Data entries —
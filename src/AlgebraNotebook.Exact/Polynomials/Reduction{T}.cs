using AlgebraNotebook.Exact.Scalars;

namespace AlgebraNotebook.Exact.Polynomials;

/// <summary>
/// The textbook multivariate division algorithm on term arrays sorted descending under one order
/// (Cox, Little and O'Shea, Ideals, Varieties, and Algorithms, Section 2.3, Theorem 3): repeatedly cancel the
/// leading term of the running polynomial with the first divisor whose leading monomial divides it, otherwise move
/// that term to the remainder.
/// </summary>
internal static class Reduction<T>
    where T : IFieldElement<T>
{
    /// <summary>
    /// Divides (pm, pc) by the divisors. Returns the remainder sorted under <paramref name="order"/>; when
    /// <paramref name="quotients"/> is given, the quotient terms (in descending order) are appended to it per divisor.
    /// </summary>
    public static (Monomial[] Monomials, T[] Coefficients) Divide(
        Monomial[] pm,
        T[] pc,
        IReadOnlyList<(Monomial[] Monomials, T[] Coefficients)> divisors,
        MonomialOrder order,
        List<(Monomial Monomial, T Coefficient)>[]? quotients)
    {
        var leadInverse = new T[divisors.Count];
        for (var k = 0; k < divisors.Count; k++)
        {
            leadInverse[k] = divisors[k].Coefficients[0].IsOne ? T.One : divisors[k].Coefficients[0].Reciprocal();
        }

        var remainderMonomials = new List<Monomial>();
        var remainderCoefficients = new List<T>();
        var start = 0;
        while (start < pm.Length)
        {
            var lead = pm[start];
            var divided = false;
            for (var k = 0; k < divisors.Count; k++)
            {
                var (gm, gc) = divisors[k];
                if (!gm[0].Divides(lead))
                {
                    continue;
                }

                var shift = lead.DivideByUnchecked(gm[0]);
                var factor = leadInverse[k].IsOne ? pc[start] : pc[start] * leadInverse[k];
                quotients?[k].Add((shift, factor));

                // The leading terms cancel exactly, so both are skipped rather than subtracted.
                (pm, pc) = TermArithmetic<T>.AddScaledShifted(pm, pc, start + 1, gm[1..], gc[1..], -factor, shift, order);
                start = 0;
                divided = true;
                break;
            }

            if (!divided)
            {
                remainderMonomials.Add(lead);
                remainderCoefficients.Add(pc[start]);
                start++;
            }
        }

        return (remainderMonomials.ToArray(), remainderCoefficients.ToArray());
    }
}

==

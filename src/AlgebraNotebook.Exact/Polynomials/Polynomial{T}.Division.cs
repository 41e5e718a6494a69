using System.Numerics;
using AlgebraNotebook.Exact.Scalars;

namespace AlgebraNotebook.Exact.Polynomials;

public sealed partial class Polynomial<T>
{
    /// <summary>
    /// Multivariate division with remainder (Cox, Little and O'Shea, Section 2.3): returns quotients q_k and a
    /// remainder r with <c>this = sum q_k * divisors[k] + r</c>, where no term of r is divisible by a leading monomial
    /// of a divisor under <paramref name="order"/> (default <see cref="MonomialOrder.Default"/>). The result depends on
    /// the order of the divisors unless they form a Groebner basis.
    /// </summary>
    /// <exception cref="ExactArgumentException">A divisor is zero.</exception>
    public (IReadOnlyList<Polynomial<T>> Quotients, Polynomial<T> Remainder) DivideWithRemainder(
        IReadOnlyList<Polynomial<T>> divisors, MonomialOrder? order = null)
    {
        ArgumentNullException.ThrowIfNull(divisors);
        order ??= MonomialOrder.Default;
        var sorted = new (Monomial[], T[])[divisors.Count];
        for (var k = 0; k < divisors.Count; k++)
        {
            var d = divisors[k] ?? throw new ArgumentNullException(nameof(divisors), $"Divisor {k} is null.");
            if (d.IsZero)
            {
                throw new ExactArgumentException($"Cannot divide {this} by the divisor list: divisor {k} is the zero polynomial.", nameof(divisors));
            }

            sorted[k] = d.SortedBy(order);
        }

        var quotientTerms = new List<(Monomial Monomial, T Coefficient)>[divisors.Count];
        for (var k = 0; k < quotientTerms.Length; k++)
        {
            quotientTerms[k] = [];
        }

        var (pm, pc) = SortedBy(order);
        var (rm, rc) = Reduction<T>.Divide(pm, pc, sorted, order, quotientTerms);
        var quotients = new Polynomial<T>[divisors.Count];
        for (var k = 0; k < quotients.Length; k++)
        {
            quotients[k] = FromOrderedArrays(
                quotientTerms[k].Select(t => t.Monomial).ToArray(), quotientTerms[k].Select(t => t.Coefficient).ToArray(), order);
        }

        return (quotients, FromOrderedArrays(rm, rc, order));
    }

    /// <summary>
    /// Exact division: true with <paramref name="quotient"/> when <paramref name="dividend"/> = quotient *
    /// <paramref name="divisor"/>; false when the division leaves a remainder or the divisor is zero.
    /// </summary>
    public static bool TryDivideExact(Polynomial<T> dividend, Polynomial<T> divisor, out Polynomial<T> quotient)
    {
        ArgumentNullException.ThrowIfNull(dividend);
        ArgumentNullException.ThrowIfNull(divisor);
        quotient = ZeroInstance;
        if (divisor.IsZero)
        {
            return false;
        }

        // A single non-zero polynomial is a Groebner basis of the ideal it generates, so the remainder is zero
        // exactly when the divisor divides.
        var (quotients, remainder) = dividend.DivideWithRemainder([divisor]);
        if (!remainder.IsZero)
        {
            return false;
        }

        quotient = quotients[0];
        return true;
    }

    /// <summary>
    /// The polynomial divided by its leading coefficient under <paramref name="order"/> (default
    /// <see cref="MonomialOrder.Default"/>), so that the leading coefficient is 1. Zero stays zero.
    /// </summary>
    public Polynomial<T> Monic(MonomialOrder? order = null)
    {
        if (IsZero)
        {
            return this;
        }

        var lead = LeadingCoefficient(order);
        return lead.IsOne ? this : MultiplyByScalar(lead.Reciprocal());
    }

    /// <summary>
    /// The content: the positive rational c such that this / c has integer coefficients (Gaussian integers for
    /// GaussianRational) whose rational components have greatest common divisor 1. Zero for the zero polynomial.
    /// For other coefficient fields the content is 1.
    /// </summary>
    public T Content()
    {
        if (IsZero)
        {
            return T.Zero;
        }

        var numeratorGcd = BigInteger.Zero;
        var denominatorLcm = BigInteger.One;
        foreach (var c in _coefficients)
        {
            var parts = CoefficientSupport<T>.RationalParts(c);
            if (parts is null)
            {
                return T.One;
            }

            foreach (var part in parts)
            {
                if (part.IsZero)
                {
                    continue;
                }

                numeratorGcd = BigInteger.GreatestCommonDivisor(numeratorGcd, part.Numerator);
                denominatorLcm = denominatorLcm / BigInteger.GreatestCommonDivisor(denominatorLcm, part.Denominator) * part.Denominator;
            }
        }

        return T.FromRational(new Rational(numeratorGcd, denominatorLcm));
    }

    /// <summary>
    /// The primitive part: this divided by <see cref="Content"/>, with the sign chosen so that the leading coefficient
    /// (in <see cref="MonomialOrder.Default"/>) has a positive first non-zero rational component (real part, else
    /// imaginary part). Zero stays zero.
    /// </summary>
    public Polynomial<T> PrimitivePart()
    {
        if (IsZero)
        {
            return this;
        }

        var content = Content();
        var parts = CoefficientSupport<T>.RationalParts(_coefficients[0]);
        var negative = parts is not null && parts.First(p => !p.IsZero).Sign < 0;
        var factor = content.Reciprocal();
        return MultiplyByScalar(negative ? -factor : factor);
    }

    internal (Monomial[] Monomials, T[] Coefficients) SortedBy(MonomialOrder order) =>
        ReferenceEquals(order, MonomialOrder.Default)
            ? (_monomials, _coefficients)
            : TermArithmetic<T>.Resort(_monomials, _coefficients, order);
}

Exercise brief — Beginning with the line that has "public static (Monomial[]" and ending with the line that has "remainderMonomials.Add(lead);", set down the lines above exactly and include no others.

Answer box —
    public static (Monomial[] Monomials, T[] Coefficients) Divide(
        Monomial[] pm,
        T[] pc,
        IReadOnlyList<(Monomial[] Monomials, T[] Coefficients)> divisors,
        MonomialOrder order,
        List<(Monomial Monomial, T Coefficient)>[]? quotients)
    {
        var leadInverse = new T[divisors.Count];
        for (var k = 0; k < divisors.Count; k++)
        {
            leadInverse[k] = divisors[k].Coefficients[0].IsOne ? T.One : divisors[k].Coefficients[0].Reciprocal();
        }

        var remainderMonomials = new List<Monomial>();
        var remainderCoefficients = new List<T>();
        var start = 0;
        while (start < pm.Length)
        {
            var lead = pm[start];
            var divided = false;
            for (var k = 0; k < divisors.Count; k++)
            {
                var (gm, gc) = divisors[k];
                if (!gm[0].Divides(lead))
                {
                    continue;
                }

                var shift = lead.DivideByUnchecked(gm[0]);
                var factor = leadInverse[k].IsOne ? pc[start] : pc[start] * leadInverse[k];
                quotients?[k].Add((shift, factor));

                // The leading terms cancel exactly, so both are skipped rather than subtracted.
                (pm, pc) = TermArithmetic<T>.AddScaledShifted(pm, pc, start + 1, gm[1..], gc[1..], -factor, shift, order);
                start = 0;
                divided = true;
                break;
            }

            if (!divided)
            {
                remainderMonomials.Add(lead);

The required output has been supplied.